Microbiome Discovery - Part 14
Part 14 of “Microbiome Discovery” discusses the concept of constrained ordination.
Correspondence Analysis
The idea of correspondence analysis is the same as doing chi-squared distances on the feature table then applying PCoA to it. But there’s an additional layer to it.
Unimodal response simply means that the graph of the data has a single peak. For example, if you’re looking at the frequency of a particular microbe as a function of depth, it has a unimodal response if the frequency graph only has a single peak. If this is true, then correspondence analysis can recover the gradient and put the species “in order.” This results in a biplot that generates another horseshoe curve.
When looking at the graph, it is important to know what fraction of the curve is explained by the axes from the PCoA. This is obtained by dividing the eigenvalue for the particular axis by the total chi-squared value. (He writes this as my.ca$CA$eig/my.ca$tot.chi
, where this is using the vegan package).
Canonical Correspondence Analysis
This is also called “Direct Gradient Analysis.” This is done by mixing correspondence analysis and multiple regression. Both CA and CCA maximize the correlation between species scores and sample scores, but with CCA the sample scores are linear combinations of the environmental variables. (I’m not entirely sure what the species scores and sample scores are.)
Here’s the process:
- Convert OTU table to chi-square distances.
- Perform CA (to get sample scores on each axis).
- Do a regression of the CA coordinates on the environmental variables.
- Use the fitted coordinates as the CCA coordinates.

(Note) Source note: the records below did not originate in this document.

/**
 * Exact greedy on iterative solves, for undirected rooms without mixing whose sparse factor
 * would be too big (docs/sparse-greedy.md section 8). Every pick is the dense greedy's pick,
 * proven: each person carries an upper bound on their gain u_j v_j / G_jj (G = K_T^-1,
 * u = G d, v = G 1) from a proven lower bound on G_jj (diag-lower-bound.ts); old bounds stay
 * valid after a pick because the total is supermodular. A round refreshes the bound of the
 * person on top, or checks them exactly (one CG solve for G e_j), until the best checked total
 * beats every remaining bound; the checked column then updates u, v and every diagonal bound
 * (identity 3: G' = G - g g^T / g_j). The first starter of each closed group comes the same
 * way from the pseudo-inverse formula (identity 5) on the room grounded at one member.
 * Cost: one bound per person (a few hops of ties each), then per round a few solves of
 * O(m * iterations). Memory O(m + n k).
 */
import { firstStarters } from './bounded-first-pick';
import { CHEAP_HOPS, CHECK_TOL, DEEP_HOPS, invert, masked, mayBeat, solved, STEP_SAFETY, sumOn } from './bounded-common';
import { beats, tieTolerance } from './dense-state';
import { DiagLowerBound } from './diag-lower-bound';
import { GroundedLaplacian } from './linalg/grounded-laplacian';
import { finishPlan, type PlanContext } from './plan-context';
import type { PlanResult } from './plan-types';

/**
 * Exact checks a round may spend before it settles for the best person checked (the plan then
 * says in how many rounds that happened). Small-world rooms need about 3 per pick; grids, whose
 * bounds are weakest, can need a hundred.
 */
const DEFAULT_CHECKS_PER_PICK = 40;
/** Checked columns kept for reuse in later rounds (each n numbers). */
const MAX_COLUMNS = 64;

export function boundedGreedyEligible(ctx: PlanContext): boolean {
  return !ctx.room.directed && ctx.room.mixing === 0;
}

export function boundedGreedyPlan(ctx: PlanContext): PlanResult {
  const { room, k } = ctx;
  const scale = 1 / (1 - room.laziness);
  const progress = ctx.options.onProgress;
  const first = firstStarters(ctx);
  if (first.worst !== undefined) ctx.worstOverride = first.worst * scale;
  if (first.bestSingle) ctx.bestSingleOverride = { person: first.bestSingle.person, total: first.bestSingle.total * scale };
  const starters = [...first.set];
  progress?.({ stage: 'greedy', done: starters.length, of: k });
  const search = new BoundedGreedy(ctx, starters);
  const r = k - ctx.mustInclude.length;
  ctx.bounds.push(search.lowerBound(r) * scale);
  while (starters.length < k) {
    const pick = search.pick();
    if (pick < 0) break;
    starters.push(pick);
    search.add(pick, starters.length % 25 === 0);
    ctx.bounds.push(search.lowerBound(r) * scale);
    progress?.({ stage: 'greedy', done: starters.length, of: k });
  }
  const total = search.finalTotal() * scale;
  const proof =
    search.unproven === 0
      ? "every pick proven the greedy's by lower bounds on the inverse's diagonal"
      : `picks proven the greedy's by lower bounds on the inverse's diagonal, except in ${search.unproven} of ${k - first.set.length} rounds, where ${search.checkBudget} exact checks did not settle the round and the best checked person was taken (the total may then differ from the exact greedy's)`;
  ctx.notes.push(
    `Exact greedy on iterative solves (conjugate gradient, relative residual ${CHECK_TOL}): ${proof}; ` +
      `${first.checks + search.checks} exact checks (${search.reused} from an earlier round's column), ${search.refreshes} bound refreshes, ${first.iterations + search.iterations()} iterations. ` +
      `The worst single starter (for the quality rank) is estimated from below.`,
  );
  return { ...finishPlan(ctx, 'greedy', starters, total), solverPath: 'iterative' };
}

/** The greedy's state at the current starter set; see the file header. */
class BoundedGreedy {
  checks = 0;
  refreshes = 0;
  private readonly n: number;
  private readonly inT: Uint8Array;
  private k: GroundedLaplacian;
  private bounds: DiagLowerBound;
  private u: Float64Array;
  private v: Float64Array;
  private sigma = 0;
  /** Proven lower bounds on G_jj, and upper bounds on the gains. */
  private readonly lb: Float64Array;
  private readonly ub: Float64Array;
  private readonly refreshedAt: Int32Array;
  private readonly checkedAt: Int32Array;
  private round = 0;
  private pastIterations = 0;
  private chosenColumn: Float64Array | null = null;
  /** The columns checked so far (oldest first) and the column of each pick, by round. */
  private readonly columns = new Map<number, { x: Float64Array; round: number }>();
  private readonly picked: { s: number; g: Float64Array }[] = [];
  reused = 0;
  /** Rounds that ended on the check budget, not on proof. */
  unproven = 0;
  readonly checkBudget: number;
  private readonly tol: number;

  constructor(
    private readonly ctx: PlanContext,
    starters: number[],
  ) {
    const n = (this.n = ctx.n);
    this.tol = tieTolerance(n);
    this.checkBudget = Math.max(1, ctx.options.maxChecksPerPick ?? DEFAULT_CHECKS_PER_PICK);
    this.inT = new Uint8Array(n).fill(1);
    for (const s of starters) this.inT[s] = 0;
    this.k = new GroundedLaplacian(ctx.room.csr, invert(this.inT));
    this.u = solved(this.k, masked(ctx.room.csr.outStrength, this.inT));
    this.v = solved(this.k, masked(new Float64Array(n).fill(1), this.inT));
    this.sigma = sumOn(this.u, this.inT);
    this.bounds = new DiagLowerBound(this.k);
    this.bounds.setGlobals(this.u, this.v);
    this.lb = new Float64Array(n);
    this.ub = new Float64Array(n).fill(-Infinity);
    this.refreshedAt = new Int32Array(n);
    this.checkedAt = new Int32Array(n).fill(-1);
    for (let j = 0; j < n; j++) {
      if (!this.inT[j] || !ctx.allowed[j]) continue;
      this.lb[j] = this.bounds.lower(j, CHEAP_HOPS);
      this.ub[j] = (this.u[j] * this.v[j]) / this.lb[j];
    }
  }

  iterations(): number {
    return this.pastIterations + this.k.iterations;
  }

  /** The next greedy pick, proven: refresh or check the person on top until nobody else can win. */
  pick(): number {
    const r = this.round;
    let best = -1;
    let bestT = Infinity;
    let bestCol: Float64Array | null = null;
    let checks = 0;
    for (;;) {
      const j = this.contender(best, bestT);
      if (j < 0) break;
      if (best >= 0 && checks >= this.checkBudget) {
        // Bounds too loose to settle the round within the budget: take the best checked person.
        this.unproven++;
        break;
      }
      if (this.refreshedAt[j] !== r) {
        this.refresh(j);
        continue;
      }
      const col = this.check(j);
      checks++;
      const t = this.sigma - this.ub[j];
      if (beats(t, j, bestT, best, this.tol)) {
        best = j;
        bestT = t;
        bestCol = col;
      }
    }
    this.chosenColumn = bestCol;
    return best;
  }

  /** The unchecked person with the largest bound who could still win; -1 when none can. */
  private contender(best: number, bestT: number): number {
    const top = this.topBound(this.n);
    if (top < 0) return -1;
    if (mayBeat(this.sigma - this.ub[top], top, bestT, best, this.tol)) return top;
    // A tie within the tolerance still goes to an earlier person.
    const early = best > 0 ? this.topBound(best) : -1;
    return early >= 0 && mayBeat(this.sigma - this.ub[early], early, bestT, best, this.tol) ? early : -1;
  }

  /** The largest bound among people before `limit` not yet checked this round. */
  private topBound(limit: number): number {
    const { ub, checkedAt, round } = this;
    let top = -1;
    let topUb = -Infinity;
    for (let j = 0; j < limit; j++) {
      const b = ub[j];
      if (b > topUb && checkedAt[j] !== round) {
        top = j;
        topUb = b;
      }
    }
    return top;
  }

  private refresh(j: number): void {
    this.refreshes++;
    this.refreshedAt[j] = this.round;
    const fresh = this.bounds.lower(j, DEEP_HOPS);
    if (fresh > this.lb[j]) this.lb[j] = fresh;
    const g = (this.u[j] * this.v[j]) / this.lb[j];
    if (g < this.ub[j]) this.ub[j] = g;
  }

  /**
   * G e_j by one solve; sets j's bound to the exact gain. A column checked in an earlier round is
   * brought up to date by the picks since (G' e_j = G e_j - g (g_j / g_s), exact) and only
   * polished by CG from there, which then mostly stops at once.
   */
  private check(j: number): Float64Array {
    this.checks++;
    this.checkedAt[j] = this.round;
    const e = new Float64Array(this.n);
    e[j] = 1;
    const old = this.columns.get(j);
    if (old) {
      this.columns.delete(j);
      for (let r = old.round; r < this.round; r++) downdate(old.x, this.picked[r]);
      this.reused++;
    }
    const x = solved(this.k, e, old?.x);
    this.columns.set(j, { x, round: this.round });
    if (this.columns.size > MAX_COLUMNS) this.columns.delete(this.columns.keys().next().value!);
    this.lb[j] = x[j];
    this.ub[j] = (this.u[j] * this.v[j]) / x[j];
    return x;
  }

  /** Moves to the set with `s` added (identity 3); `fresh` re-solves u and v from the updated values. */
  add(s: number, fresh: boolean): void {
    const g = this.chosenColumn!;
    const { n, u, v, lb, ub, inT } = this;
    const gs = g[s];
    const us = u[s] / gs;
    const vs = v[s] / gs;
    for (let i = 0; i < n; i++) {
      const gi = g[i];
      u[i] -= gi * us;
      v[i] -= gi * vs;
      lb[i] = (lb[i] - (gi * gi) / gs) * STEP_SAFETY;
    }
    inT[s] = 0;
    u[s] = v[s] = lb[s] = 0;
    ub[s] = -Infinity;
    this.pastIterations += this.k.iterations;
    this.k = new GroundedLaplacian(this.ctx.room.csr, invert(inT));
    if (fresh) {
      this.u = solved(this.k, masked(this.ctx.room.csr.outStrength, inT), u);
      this.v = solved(this.k, masked(new Float64Array(n).fill(1), inT), v);
    }
    this.sigma = sumOn(this.u, inT);
    for (let i = 0; i < n; i++) if (ub[i] > -Infinity && lb[i] > 0) ub[i] = Math.min(ub[i], (this.u[i] * this.v[i]) / lb[i]);
    this.bounds = new DiagLowerBound(this.k);
    this.bounds.setGlobals(this.u, this.v);
    this.picked.push({ s, g });
    this.columns.delete(s);
    this.round++;
    this.chosenColumn = null;
  }

  /** The current total less the r largest gain bounds (identity 6). */
  lowerBound(r: number): number {
    const top = largest(this.ub, r);
    let s = 0;
    for (const g of top) if (g > 0) s += g;
    return this.sigma - s;
  }

  /** 1^T G d of the final set by a fresh solve from the updated u. */
  finalTotal(): number {
    const x = solved(this.k, masked(this.ctx.room.csr.outStrength, this.inT), this.u, 1e-13);
    return sumOn(x, this.inT);
  }
}

/** x = G e_j moved to the set with the pick's column added: x -= g x_s / g_s (symmetry: g_j = x_s). */
function downdate(x: Float64Array, pick: { s: number; g: Float64Array }): void {
  const { s, g } = pick;
  const c = x[s] / g[s];
  for (let i = 0; i < x.length; i++) x[i] -= c * g[i];
  x[s] = 0;
}

/** The r largest finite values (a bounded min-heap). */
function largest(values: Float64Array, r: number): number[] {
  const heap: number[] = [];
  for (let i = 0; i < values.length; i++) {
    const x = values[i];
    if (!(x > -Infinity)) continue;
    if (heap.length < r) {
      heap.push(x);
      siftUp(heap, heap.length - 1);
    } else if (r > 0 && x > heap[0]) {
      heap[0] = x;
      siftDown(heap, 0);
    }
  }
  return heap;
}

function siftUp(h: number[], i: number): void {
  while (i > 0) {
    const p = (i - 1) >> 1;
    if (h[p] <= h[i]) return;
    [h[p], h[i]] = [h[i], h[p]];
    i = p;
  }
}

function siftDown(h: number[], i: number): void {
  for (;;) {
    const l = 2 * i + 1;
    const r = l + 1;
    let m = i;
    if (l < h.length && h[l] < h[m]) m = l;
    if (r < h.length && h[r] < h[m]) m = r;
    if (m === i) return;
    [h[m], h[i]] = [h[i], h[m]];
    i = m;
  }
}
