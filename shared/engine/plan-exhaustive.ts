/**
 * Exhaustive planner: branch and bound over k-sets (Land & Doig 1960) with the supermodular
 * bound of identity 6: below a partial set S with r starters still to add, no completion
 * beats total(S) - (sum of the r largest gains at S) (Borkar, Nair & Sanketh 2010; Nemhauser,
 * Wolsey & Fisher 1978). Sets are enumerated once each: the required people, one
 * representative per closed group (its earliest member in the set), then the other members
 * in increasing input order. The incumbent starts from greedy + swap. Returns a certified
 * optimum, or at the time limit the best found with a proven gap. Exponential, pruned;
 * O(n^2) per node.
 */
import { AbsorbingState } from './dense-state';
import { recordBound, type PlanContext } from './plan-context';

export interface ExhaustiveOutcome {
  readonly state: { starters: number[]; total: number };
  readonly complete: boolean;
  readonly nodes: number;
}

export function exhaustiveSearch(ctx: PlanContext, incumbent: AbsorbingState): ExhaustiveOutcome {
  const { n, k, allowed } = ctx;
  const scale = incumbent.scale;
  let bestRaw = incumbent.rawTotal;
  let bestSet = [...incumbent.starters];
  const isMust = new Uint8Array(n);
  for (const p of ctx.mustInclude) isMust[p] = 1;
  const openClasses = ctx.classes.closedClasses.filter((c) => !c.some((p) => isMust[p]));
  const openIndex = new Int32Array(n).fill(-1);
  openClasses.forEach((c, q) => c.forEach((p) => (openIndex[p] = q)));
  const e = ctx.ergodic();
  let nodes = 0;
  let aborted = false;
  const coverFloor = n - k;
  const stateAt: AbsorbingState[] = [];
  const pruneAt = (lbRaw: number) => lbRaw >= bestRaw - 1e-11 * Math.abs(bestRaw);

  const dfs = (s: AbsorbingState, from: number, rep: Int32Array, depth: number): void => {
    if (aborted) return;
    if ((++nodes & 63) === 0 && performance.now() > ctx.deadline) {
      aborted = true;
      return;
    }
    const r = k - s.starters.length;
    const elig: number[] = [];
    for (let x = from; x < n; x++) {
      if (!s.inT[x] || !allowed[x]) continue;
      const q = openIndex[x];
      if (q >= 0 && x < rep[q]) continue;
      elig.push(x);
    }
    if (elig.length < r) return;
    const gains = elig.map((x) => s.rawGain(x));
    // suffixTop[p] = sum of the (r - 1) largest gains among elig[p + 1 ..].
    const suffixTop = new Float64Array(elig.length + 1);
    const heap: number[] = [];
    let heapSum = 0;
    for (let p = elig.length - 1; p >= 0; p--) {
      suffixTop[p] = heapSum;
      if (r - 1 > 0) {
        if (heap.length < r - 1) {
          heap.push(gains[p]);
          heapSum += gains[p];
          heap.sort((a, b) => a - b);
        } else if (gains[p] > heap[0]) {
          heapSum += gains[p] - heap[0];
          heap[0] = gains[p];
          heap.sort((a, b) => a - b);
        }
      }
    }
    const floor = coverFloor / scale;
    for (let p = 0; p + r <= elig.length; p++) {
      const x = elig[p];
      const lb = Math.max(floor, s.rawTotal - gains[p] - suffixTop[p]);
      if (pruneAt(lb)) continue;
      if (r === 1) {
        const t = s.rawTotal - gains[p];
        if (t < bestRaw - 1e-12 * Math.abs(bestRaw)) {
          bestRaw = t;
          bestSet = [...s.starters, x];
        }
        continue;
      }
      let child = stateAt[depth];
      if (!child) child = stateAt[depth] = s.clone();
      else child.copyFrom(s);
      child.add(x);
      dfs(child, x + 1, rep, depth + 1);
      if (aborted) return;
    }
  };

  if (k === 1 && e && ctx.mustInclude.length === 0) {
    // Identity 3 scores every single starter exactly: the best allowed one is the optimum.
    let best = -1;
    for (let j = 0; j < n; j++) if (allowed[j] && (best < 0 || e.singleTotals[j] < e.singleTotals[best] * (1 - 1e-12))) best = j;
    return { state: { starters: [best], total: e.singleTotals[best] }, complete: true, nodes: n };
  }
  const roots = enumerateRoots(ctx, openClasses);
  for (const root of roots) {
    if (aborted) break;
    const rep = new Int32Array(openClasses.length);
    root.reps.forEach((p, q) => (rep[q] = p));
    let s: AbsorbingState;
    try {
      s = e && root.set.length === 1 ? AbsorbingState.fromErgodic(e, root.set[0]) : AbsorbingState.fromStarters(ctx.room, root.set);
    } catch {
      continue;
    }
    if (s.starters.length === k) {
      if (s.rawTotal < bestRaw - 1e-12 * Math.abs(bestRaw)) {
        bestRaw = s.rawTotal;
        bestSet = [...s.starters];
      }
      continue;
    }
    dfs(s, 0, rep, 0);
  }
  if (aborted) recordBound(ctx, AbsorbingState.fromStarters(ctx.room, bestSet));
  return { state: { starters: bestSet, total: bestRaw * scale }, complete: !aborted, nodes };
}

/** Root sets: the required people plus one allowed representative per open closed group. */
function enumerateRoots(ctx: PlanContext, openClasses: number[][]): { set: number[]; reps: number[] }[] {
  const out: { set: number[]; reps: number[] }[] = [];
  const choices = openClasses.map((c) => c.filter((p) => ctx.allowed[p]));
  const cur: number[] = [];
  const rec = (q: number) => {
    if (q === choices.length) {
      out.push({ set: [...ctx.mustInclude, ...cur], reps: [...cur] });
      return;
    }
    for (const p of choices[q]) {
      cur.push(p);
      rec(q + 1);
      cur.pop();
    }
  };
  rec(0);
  return out;
}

He shows an example analysis. There’s a graph with three different vectors from the origin, corresponding to “end depth”, “chemotaxis”, and “flagella” from the Guerrero Negro data set. The important thing about this graph is the end depth and chemotaxis are pointing in roughly opposite directions, so that chemotaxis has a negative correspondence with end depth, but the flagella vector points roughly orthogonal to end depth, which means that it’s measuring something else. This is called a triplot.
Monte Carlo Simulation
He then talks about how you can generate a p-value for the outcome by doing a Monte Carlo simulation on the data. By shuffling the order of the metadata (I’m not sure what that really means), you can generate a distribution of the percent-explained value, which can then be used to generate the p-value.